Юнги считал, что очиститься от Пака будет просто. Вернее, тяжело, но терпимо, и он обязательно справится. Других вариантов в принципе и не было: Чимин должен был стать одной из стадий неприятного прошлого, чтобы жизнь действительно началась с чистого листа.
План придерживался стадии «выполнимого» где-то около суток, пока не явился Тэхён и резко не понизил планку. Возвращение в Сеул, розыск пропавшего Чимина, а после убийственная встреча с его взглядом и слова — каждое действие — удар под дых и очередное перестроение. Юнги казалось, что он будет менять решение до бесконечности, но когда финал начал принимать хоть какие-то очертания, его до дыр протёр ластик по имени Хосок.
При мысли об этой скотине у Юнги закипала кровь. Он разрушил его жизнь дважды, и если на восстановление первой ушло два года, то вторая, скорее всего, ремонту просто не подлежит. Тогда, во время разговора с Тэхёном, Юнги действительно не соврал: Хосок исчез и больше не появился, будто его и вовсе не существует, а тот случай — результат обычного наваждения. Но Юнги здесь, а такие длинные сны — явление бесспорного подвоха. Остаётся только гадать об убежище того ненормального.
К тому же, все внезапные мысли о Хосоке Юнги старался фильтровать. Любовь к нему бесповоротно осталась в прошлом, и только Чимин может выпросить для себя исключение.
Тридцать первое декабря.
Трудно представить, что день рождения Тэхёна будет служить Юнги таким праздником. День, до которого он считает минуты. Единственная ниточка, связывающая его с Чимином. Интересно, порвётся ли она?

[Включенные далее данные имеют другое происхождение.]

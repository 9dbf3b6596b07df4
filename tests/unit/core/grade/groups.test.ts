// Grouping by the minimally contextualised framework (Brignardello-Petersen et al., BMJ 2020;371:m3900; METHODS.md §9).
import { describe, expect, it } from "vitest";
import type { Rating } from "#core/grade/certainty";
import { groupByMagnitude, groupTreatments, type PairEvidence } from "#core/grade/groups";

/** Evidence from a table of "t vs u" entries; the reverse order is the negation; unlisted pairs are null effects. */
function table(entries: Record<string, [number, number, Rating | null]>) {
  return (t: string, u: string): PairEvidence => {
    const direct = entries[`${t} vs ${u}`];
    if (direct) return { estimate: (direct[0] + direct[1]) / 2, lower: direct[0], upper: direct[1], certainty: direct[2] };
    const reverse = entries[`${u} vs ${t}`];
    if (reverse) return { estimate: -(reverse[0] + reverse[1]) / 2, lower: -reverse[1], upper: -reverse[0], certainty: reverse[2] };
    return { estimate: 0, lower: -1, upper: 1, certainty: "high" };
  };
}

describe("a worked example (higher is better, reference R)", () => {
  // Step 1, against R: A (0.2 to 0.8, high), B (0.5 to 1.5, moderate) and C (0.1 to 1.0, low) are
  //   convincingly better; D (−0.2 to 0.4) is not; E (−1.0 to −0.2, moderate) is convincingly worse;
  //   F (0.3 to 0.9) excludes the null but its certainty is very low, so it is not convincing.
  // Step 2, among the better ones: B vs A (0.1 to 0.9, moderate) is convincing, so B is 1 + level(A) = 2;
  //   C vs A (−0.3 to 0.5) is not, and A and C are better than no other better treatment: level 1.
  // Step 3, firmness from each treatment's certainty against R: A firm, B firm, C "may" (low);
  //   F is listed apart as very uncertain. R and D stay at level 0, E is level −1.
  const evidence = table({
    "A vs R": [0.2, 0.8, "high"],
    "B vs R": [0.5, 1.5, "moderate"],
    "C vs R": [0.1, 1.0, "low"],
    "D vs R": [-0.2, 0.4, "high"],
    "E vs R": [-1.0, -0.2, "moderate"],
    "F vs R": [0.3, 0.9, "very_low"],
    "B vs A": [0.1, 0.9, "moderate"],
    "C vs A": [-0.3, 0.5, "low"],
  });

  it("gives the levels, split by firmness, best first and the very uncertain apart", () => {
    expect(groupTreatments(["A", "B", "C", "D", "E", "F", "R"], "R", "higher", evidence)).toEqual([
      { level: 2, firmness: "firm", treatments: ["B"] },
      { level: 1, firmness: "firm", treatments: ["A"] },
      { level: 1, firmness: "may", treatments: ["C"] },
      { level: 0, firmness: "firm", treatments: ["D", "R"] },
      { level: -1, firmness: "firm", treatments: ["E"] },
      { level: 0, firmness: "very-uncertain", treatments: ["F"] },
    ]);
  });

  it("mirrors everything when lower is better", () => {
    const mirrored = (t: string, u: string) => {
      const e = evidence(t, u);
      return { ...e, estimate: -e.estimate, lower: -e.upper, upper: -e.lower };
    };
    const groups = groupTreatments(["A", "B", "C", "D", "E", "F", "R"], "R", "lower", mirrored);
    expect(groups[0]).toEqual({ level: 2, firmness: "firm", treatments: ["B"] });
    expect(groups.find((g) => g.level === -1)?.treatments).toEqual(["E"]);
  });
});

describe("edge cases", () => {
  it("puts everything in one group when nothing differs from the reference", () => {
    expect(groupTreatments(["A", "B", "R"], "R", "higher", table({}))).toEqual([{ level: 0, firmness: "firm", treatments: ["A", "B", "R"] }]);
  });

  it("keeps tied treatments together: better than the reference, not than each other", () => {
    const evidence = table({ "A vs R": [0.2, 0.8, "high"], "B vs R": [0.3, 0.9, "high"], "B vs A": [-0.2, 0.4, "high"] });
    expect(groupTreatments(["A", "B", "R"], "R", "higher", evidence)[0]).toEqual({ level: 1, firmness: "firm", treatments: ["A", "B"] });
  });

  it("does not count a comparison that is not yet rated as convincing, and lists it as not assessed, never as very low (METHODS.md §9)", () => {
    const evidence = table({ "A vs R": [0.2, 0.8, null] });
    expect(groupTreatments(["A", "R"], "R", "higher", evidence)).toEqual([
      { level: 0, firmness: "firm", treatments: ["R"] },
      { level: 0, firmness: "not-assessed", treatments: ["A"] },
    ]);
  });

  it("builds a chain of levels: C better than B better than A better than R", () => {
    const evidence = table({
      "A vs R": [0.1, 0.5, "high"],
      "B vs R": [0.5, 1.0, "high"],
      "C vs R": [1.0, 1.5, "high"],
      "B vs A": [0.1, 0.6, "high"],
      "C vs B": [0.1, 0.6, "high"],
      "C vs A": [0.5, 1.0, "high"],
    });
    expect(groupTreatments(["A", "B", "C", "R"], "R", "higher", evidence).map((g) => [g.level, g.treatments])).toEqual([
      [3, ["C"]],
      [2, ["B"]],
      [1, ["A"]],
      [0, ["R"]],
    ]);
  });
});

describe("the partially contextualised variant (same paper: thresholds replace the null)", () => {
  // Thresholds small 0.2, moderate 0.5, large 1.0, higher is better. Against R, by point estimate:
  //   A 0.5 (0.2 to 0.8, high) reaches the moderate threshold: level 2, firm.
  //   B 1.0 (0.5 to 1.5, moderate) reaches large: level 3, firm.
  //   C 0.55 (0.1 to 1.0, low) is moderate too, but low certainty: level 2, "may".
  //   D 0.1 (−0.2 to 0.4) is under the small threshold: level 0 with R.
  //   E −0.6 (−1.0 to −0.2, moderate) is a moderate harm: level −2.
  //   F 0.6 (0.3 to 0.9, very low) is listed apart.
  // Comparisons between non-reference treatments play no part here, unlike the minimal framework.
  const evidence = table({
    "A vs R": [0.2, 0.8, "high"],
    "B vs R": [0.5, 1.5, "moderate"],
    "C vs R": [0.1, 1.0, "low"],
    "D vs R": [-0.2, 0.4, "high"],
    "E vs R": [-1.0, -0.2, "moderate"],
    "F vs R": [0.3, 0.9, "very_low"],
  });
  const thresholds = { small: 0.2, moderate: 0.5, large: 1.0 };

  it("places each treatment by the size of its effect against the reference", () => {
    expect(groupByMagnitude(["A", "B", "C", "D", "E", "F", "R"], "R", "higher", thresholds, evidence)).toEqual([
      { level: 3, firmness: "firm", treatments: ["B"] },
      { level: 2, firmness: "firm", treatments: ["A"] },
      { level: 2, firmness: "may", treatments: ["C"] },
      { level: 0, firmness: "firm", treatments: ["D", "R"] },
      { level: -2, firmness: "firm", treatments: ["E"] },
      { level: 0, firmness: "very-uncertain", treatments: ["F"] },
    ]);
  });

  it("skips a threshold left empty: with only 'small', levels run from −1 to 1", () => {
    const groups = groupByMagnitude(["A", "B", "E", "R"], "R", "higher", { small: 0.2, moderate: null, large: null }, evidence);
    expect(groups.map((g) => [g.level, g.treatments])).toEqual([
      [1, ["A", "B"]],
      [0, ["R"]],
      [-1, ["E"]],
    ]);
  });

  it("reads the estimate the other way when lower is better", () => {
    const groups = groupByMagnitude(["E", "R"], "R", "lower", thresholds, evidence);
    expect(groups[0]).toEqual({ level: 2, firmness: "firm", treatments: ["E"] });
  });
});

Юнги продолжает двигаться привычным маршрутом. Стремиться вперёд, распыляясь в огромном потоке идущих. Никто его не замечает, ведь он — обычный секундный прохожий. Юнги думает так, потому что так правильно. Так должно быть, и это отработанная система. Нет причин считать, что может быть иначе, поэтому Юнги просто идёт, не замечая, что за ним идут следом. Двигаются, как тень. Всё то время, что он находится здесь.